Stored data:
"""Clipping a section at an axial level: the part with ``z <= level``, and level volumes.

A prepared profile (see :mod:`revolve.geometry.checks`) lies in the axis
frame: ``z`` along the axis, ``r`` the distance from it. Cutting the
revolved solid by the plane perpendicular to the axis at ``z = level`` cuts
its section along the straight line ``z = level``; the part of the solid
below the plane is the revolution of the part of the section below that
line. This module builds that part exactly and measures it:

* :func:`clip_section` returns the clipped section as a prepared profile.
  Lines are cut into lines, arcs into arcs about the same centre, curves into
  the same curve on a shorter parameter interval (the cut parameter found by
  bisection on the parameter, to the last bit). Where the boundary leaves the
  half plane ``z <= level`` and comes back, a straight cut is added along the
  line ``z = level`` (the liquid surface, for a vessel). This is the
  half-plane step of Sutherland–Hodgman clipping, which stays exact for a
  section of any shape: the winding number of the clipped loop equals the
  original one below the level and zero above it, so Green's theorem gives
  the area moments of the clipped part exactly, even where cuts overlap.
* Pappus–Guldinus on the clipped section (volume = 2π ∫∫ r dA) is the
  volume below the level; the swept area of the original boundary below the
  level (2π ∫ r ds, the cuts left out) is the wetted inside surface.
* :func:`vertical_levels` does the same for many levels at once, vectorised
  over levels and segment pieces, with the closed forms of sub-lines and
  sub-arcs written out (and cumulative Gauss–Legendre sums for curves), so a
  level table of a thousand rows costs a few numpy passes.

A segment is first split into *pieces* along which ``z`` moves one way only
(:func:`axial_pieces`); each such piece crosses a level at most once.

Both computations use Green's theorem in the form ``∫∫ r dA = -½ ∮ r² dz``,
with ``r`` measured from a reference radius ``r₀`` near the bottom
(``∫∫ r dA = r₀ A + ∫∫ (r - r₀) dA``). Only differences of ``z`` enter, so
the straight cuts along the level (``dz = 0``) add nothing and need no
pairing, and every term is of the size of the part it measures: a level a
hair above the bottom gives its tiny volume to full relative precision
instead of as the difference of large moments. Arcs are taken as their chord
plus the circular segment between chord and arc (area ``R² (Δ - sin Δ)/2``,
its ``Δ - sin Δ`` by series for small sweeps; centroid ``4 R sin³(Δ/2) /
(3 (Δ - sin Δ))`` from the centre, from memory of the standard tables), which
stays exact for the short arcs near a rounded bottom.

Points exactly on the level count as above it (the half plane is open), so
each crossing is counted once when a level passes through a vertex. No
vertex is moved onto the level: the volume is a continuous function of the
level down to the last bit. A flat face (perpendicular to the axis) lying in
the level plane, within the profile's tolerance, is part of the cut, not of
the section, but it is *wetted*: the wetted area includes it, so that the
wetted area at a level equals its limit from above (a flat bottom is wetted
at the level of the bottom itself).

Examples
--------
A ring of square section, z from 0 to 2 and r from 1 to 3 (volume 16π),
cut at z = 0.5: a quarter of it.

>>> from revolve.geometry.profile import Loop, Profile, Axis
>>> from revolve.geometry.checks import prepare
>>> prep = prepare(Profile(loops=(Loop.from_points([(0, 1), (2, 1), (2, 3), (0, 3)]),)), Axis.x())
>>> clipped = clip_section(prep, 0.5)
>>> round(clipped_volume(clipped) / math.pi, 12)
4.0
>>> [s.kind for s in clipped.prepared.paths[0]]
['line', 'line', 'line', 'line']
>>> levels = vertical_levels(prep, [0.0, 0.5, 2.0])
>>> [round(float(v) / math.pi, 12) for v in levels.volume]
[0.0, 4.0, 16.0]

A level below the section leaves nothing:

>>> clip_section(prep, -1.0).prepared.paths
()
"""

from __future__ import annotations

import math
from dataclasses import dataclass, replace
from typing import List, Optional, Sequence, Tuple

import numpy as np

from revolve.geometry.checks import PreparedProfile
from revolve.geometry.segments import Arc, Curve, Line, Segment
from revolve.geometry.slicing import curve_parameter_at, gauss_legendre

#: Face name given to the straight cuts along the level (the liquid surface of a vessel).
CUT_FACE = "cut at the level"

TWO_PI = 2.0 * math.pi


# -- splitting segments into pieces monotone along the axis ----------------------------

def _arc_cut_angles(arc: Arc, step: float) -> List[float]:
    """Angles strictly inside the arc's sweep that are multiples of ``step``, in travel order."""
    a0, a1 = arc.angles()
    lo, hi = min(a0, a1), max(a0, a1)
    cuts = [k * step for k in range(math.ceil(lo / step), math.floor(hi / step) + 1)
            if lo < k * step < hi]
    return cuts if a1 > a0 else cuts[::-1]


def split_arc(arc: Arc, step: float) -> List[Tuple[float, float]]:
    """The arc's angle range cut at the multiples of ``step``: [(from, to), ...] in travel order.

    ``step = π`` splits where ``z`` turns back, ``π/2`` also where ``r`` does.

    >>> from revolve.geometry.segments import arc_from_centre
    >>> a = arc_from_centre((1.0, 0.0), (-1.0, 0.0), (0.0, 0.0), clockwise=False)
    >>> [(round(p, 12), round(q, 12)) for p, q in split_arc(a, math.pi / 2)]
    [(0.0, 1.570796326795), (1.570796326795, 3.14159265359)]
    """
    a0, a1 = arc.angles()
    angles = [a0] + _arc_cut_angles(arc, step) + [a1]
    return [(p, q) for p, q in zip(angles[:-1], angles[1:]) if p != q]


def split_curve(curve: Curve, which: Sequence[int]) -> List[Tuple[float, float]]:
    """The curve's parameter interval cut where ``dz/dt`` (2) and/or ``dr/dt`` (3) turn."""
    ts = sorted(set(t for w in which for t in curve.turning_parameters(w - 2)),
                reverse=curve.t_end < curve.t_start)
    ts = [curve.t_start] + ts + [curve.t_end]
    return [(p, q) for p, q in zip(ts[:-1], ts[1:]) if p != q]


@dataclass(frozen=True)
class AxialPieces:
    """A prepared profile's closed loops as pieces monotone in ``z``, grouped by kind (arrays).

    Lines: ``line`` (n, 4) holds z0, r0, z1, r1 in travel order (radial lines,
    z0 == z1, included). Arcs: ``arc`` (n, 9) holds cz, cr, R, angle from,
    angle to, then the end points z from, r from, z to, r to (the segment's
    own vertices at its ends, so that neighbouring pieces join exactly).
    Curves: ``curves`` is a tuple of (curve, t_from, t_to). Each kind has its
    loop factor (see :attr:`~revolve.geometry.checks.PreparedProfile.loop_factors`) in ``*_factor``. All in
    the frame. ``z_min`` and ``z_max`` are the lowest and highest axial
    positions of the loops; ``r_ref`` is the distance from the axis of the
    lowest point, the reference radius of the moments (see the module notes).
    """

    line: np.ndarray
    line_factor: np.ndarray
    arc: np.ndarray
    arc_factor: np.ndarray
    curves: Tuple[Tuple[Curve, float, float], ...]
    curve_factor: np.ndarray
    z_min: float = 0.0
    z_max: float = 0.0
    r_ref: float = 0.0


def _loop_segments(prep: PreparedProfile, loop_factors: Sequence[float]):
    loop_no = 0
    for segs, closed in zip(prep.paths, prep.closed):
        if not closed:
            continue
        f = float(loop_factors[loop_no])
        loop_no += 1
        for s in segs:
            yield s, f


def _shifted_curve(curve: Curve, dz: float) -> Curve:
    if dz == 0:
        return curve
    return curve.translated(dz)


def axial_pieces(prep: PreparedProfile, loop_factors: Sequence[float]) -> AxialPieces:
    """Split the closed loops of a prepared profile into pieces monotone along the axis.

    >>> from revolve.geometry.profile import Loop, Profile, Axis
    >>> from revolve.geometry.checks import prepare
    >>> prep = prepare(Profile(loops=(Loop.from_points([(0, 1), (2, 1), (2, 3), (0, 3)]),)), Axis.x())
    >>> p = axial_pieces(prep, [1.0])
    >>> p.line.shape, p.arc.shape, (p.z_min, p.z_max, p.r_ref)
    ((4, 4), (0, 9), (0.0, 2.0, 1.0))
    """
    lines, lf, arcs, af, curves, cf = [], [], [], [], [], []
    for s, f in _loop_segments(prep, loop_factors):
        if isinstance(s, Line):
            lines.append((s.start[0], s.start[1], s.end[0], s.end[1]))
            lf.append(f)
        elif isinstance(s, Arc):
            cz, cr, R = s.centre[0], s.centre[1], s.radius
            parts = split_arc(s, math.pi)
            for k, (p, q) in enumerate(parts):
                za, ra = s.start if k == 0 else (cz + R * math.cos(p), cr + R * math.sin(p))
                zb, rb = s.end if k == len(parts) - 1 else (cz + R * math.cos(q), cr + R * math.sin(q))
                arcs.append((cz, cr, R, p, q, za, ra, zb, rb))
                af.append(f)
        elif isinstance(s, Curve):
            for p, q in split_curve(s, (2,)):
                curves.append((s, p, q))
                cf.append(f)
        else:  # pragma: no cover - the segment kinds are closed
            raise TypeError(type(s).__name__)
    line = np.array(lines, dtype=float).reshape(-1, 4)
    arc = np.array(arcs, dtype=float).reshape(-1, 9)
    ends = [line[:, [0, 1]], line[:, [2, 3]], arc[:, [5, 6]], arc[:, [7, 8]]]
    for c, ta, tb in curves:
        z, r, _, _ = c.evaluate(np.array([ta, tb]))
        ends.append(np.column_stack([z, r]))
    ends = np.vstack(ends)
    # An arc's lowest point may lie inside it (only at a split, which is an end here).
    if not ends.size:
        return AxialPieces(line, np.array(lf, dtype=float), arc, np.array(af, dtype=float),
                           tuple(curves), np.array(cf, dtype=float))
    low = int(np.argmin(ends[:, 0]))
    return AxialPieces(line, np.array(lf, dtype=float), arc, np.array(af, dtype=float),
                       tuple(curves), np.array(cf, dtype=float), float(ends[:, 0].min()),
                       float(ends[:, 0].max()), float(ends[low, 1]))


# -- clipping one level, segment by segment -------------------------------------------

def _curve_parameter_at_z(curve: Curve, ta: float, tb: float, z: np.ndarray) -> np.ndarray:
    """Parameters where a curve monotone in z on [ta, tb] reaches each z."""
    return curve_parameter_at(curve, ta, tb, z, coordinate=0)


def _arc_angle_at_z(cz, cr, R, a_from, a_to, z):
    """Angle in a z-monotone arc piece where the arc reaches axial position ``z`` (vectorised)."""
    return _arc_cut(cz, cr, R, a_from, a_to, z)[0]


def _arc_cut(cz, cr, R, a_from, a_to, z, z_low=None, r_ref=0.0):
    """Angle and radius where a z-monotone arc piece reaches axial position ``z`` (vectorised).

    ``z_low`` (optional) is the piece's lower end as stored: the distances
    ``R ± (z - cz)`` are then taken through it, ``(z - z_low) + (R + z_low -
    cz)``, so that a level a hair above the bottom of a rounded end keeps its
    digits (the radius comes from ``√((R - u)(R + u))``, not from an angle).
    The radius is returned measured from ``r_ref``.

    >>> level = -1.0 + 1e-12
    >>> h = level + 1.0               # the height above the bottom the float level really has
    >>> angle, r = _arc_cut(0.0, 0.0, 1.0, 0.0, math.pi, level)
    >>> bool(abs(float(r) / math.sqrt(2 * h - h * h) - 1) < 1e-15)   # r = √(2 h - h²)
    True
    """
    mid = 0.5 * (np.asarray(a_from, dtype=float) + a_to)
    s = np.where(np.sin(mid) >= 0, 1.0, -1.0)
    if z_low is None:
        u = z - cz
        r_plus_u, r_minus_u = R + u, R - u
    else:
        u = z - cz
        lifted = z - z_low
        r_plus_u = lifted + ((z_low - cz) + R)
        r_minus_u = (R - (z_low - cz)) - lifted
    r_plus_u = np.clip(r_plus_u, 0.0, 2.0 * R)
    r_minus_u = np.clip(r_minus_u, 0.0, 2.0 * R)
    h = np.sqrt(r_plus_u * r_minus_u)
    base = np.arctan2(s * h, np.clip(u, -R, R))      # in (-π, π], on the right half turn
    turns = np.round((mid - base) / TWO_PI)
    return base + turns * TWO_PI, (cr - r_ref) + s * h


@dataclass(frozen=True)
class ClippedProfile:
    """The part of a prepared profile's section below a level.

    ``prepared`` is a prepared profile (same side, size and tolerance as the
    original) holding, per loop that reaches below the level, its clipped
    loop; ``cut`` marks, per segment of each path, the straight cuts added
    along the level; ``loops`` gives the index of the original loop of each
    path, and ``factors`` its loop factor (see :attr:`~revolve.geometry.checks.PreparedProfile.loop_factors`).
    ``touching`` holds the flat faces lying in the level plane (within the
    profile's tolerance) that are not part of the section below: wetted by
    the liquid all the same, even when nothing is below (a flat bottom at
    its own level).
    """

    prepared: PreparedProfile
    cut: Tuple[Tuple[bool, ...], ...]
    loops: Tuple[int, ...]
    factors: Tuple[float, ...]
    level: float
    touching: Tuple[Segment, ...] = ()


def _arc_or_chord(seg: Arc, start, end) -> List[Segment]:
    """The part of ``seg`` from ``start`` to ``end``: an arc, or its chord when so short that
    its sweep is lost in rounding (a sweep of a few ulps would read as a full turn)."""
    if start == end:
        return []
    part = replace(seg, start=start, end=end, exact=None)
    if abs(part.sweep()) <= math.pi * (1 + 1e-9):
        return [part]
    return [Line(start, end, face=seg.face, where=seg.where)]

==

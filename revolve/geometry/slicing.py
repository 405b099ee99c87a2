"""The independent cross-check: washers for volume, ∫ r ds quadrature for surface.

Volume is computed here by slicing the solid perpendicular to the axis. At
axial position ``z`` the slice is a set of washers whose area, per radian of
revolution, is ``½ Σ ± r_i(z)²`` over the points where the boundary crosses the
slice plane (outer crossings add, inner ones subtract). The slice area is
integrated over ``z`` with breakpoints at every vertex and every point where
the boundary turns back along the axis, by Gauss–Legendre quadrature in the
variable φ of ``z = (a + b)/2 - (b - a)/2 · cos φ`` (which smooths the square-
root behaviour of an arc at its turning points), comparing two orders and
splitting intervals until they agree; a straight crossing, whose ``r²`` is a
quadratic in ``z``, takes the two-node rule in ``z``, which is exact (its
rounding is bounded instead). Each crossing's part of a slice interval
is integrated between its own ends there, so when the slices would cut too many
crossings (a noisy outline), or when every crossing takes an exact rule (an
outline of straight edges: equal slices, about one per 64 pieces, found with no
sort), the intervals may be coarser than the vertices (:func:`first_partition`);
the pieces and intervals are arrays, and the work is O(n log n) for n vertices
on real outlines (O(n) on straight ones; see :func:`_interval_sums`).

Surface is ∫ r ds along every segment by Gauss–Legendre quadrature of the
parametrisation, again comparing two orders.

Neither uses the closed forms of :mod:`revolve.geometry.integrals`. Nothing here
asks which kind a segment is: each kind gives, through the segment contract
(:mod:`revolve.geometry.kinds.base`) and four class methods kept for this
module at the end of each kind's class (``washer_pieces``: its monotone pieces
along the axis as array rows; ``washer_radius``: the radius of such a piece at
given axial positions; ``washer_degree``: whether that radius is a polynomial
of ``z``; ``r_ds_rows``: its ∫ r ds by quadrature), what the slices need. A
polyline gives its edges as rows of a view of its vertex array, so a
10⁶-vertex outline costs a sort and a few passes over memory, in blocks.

--

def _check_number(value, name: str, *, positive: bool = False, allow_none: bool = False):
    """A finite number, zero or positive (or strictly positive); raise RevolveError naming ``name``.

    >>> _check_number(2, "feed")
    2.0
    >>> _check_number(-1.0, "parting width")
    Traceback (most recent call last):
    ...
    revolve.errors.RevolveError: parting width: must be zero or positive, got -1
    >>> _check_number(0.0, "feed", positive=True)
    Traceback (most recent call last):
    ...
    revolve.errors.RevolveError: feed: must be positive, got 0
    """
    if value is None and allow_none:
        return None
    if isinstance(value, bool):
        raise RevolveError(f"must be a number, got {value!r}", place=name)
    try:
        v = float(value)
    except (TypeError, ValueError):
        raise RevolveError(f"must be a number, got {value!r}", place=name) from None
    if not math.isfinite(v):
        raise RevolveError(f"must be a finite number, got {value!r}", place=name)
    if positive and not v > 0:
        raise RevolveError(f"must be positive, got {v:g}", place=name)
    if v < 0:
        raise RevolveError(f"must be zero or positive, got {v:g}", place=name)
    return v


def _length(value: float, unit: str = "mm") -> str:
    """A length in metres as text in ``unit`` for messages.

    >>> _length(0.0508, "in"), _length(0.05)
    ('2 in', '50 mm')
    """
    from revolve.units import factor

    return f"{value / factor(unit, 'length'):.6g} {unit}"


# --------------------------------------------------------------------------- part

■ AIM OF THE TASK
Taking the entries above, write out exactly each line from the one holding "and level volumes." to the one holding "level (2π ∫", both included, and stop there.

■ EXERCISE RESPONSE
"""Clipping a section at an axial level: the part with ``z <= level``, and level volumes.

A prepared profile (see :mod:`revolve.geometry.checks`) lies in the axis
frame: ``z`` along the axis, ``r`` the distance from it. Cutting the
revolved solid by the plane perpendicular to the axis at ``z = level`` cuts
its section along the straight line ``z = level``; the part of the solid
below the plane is the revolution of the part of the section below that
line. This module builds that part exactly and measures it:

* :func:`clip_section` returns the clipped section as a prepared profile.
  Lines are cut into lines, arcs into arcs about the same centre, curves into
  the same curve on a shorter parameter interval (the cut parameter found by
  bisection on the parameter, to the last bit). Where the boundary leaves the
  half plane ``z <= level`` and comes back, a straight cut is added along the
  line ``z = level`` (the liquid surface, for a vessel). This is the
  half-plane step of Sutherland–Hodgman clipping, which stays exact for a
  section of any shape: the winding number of the clipped loop equals the
  original one below the level and zero above it, so Green's theorem gives
  the area moments of the clipped part exactly, even where cuts overlap.
* Pappus–Guldinus on the clipped section (volume = 2π ∫∫ r dA) is the
  volume below the level; the swept area of the original boundary below the
  level (2π ∫ r ds, the cuts left out) is the wetted inside surface.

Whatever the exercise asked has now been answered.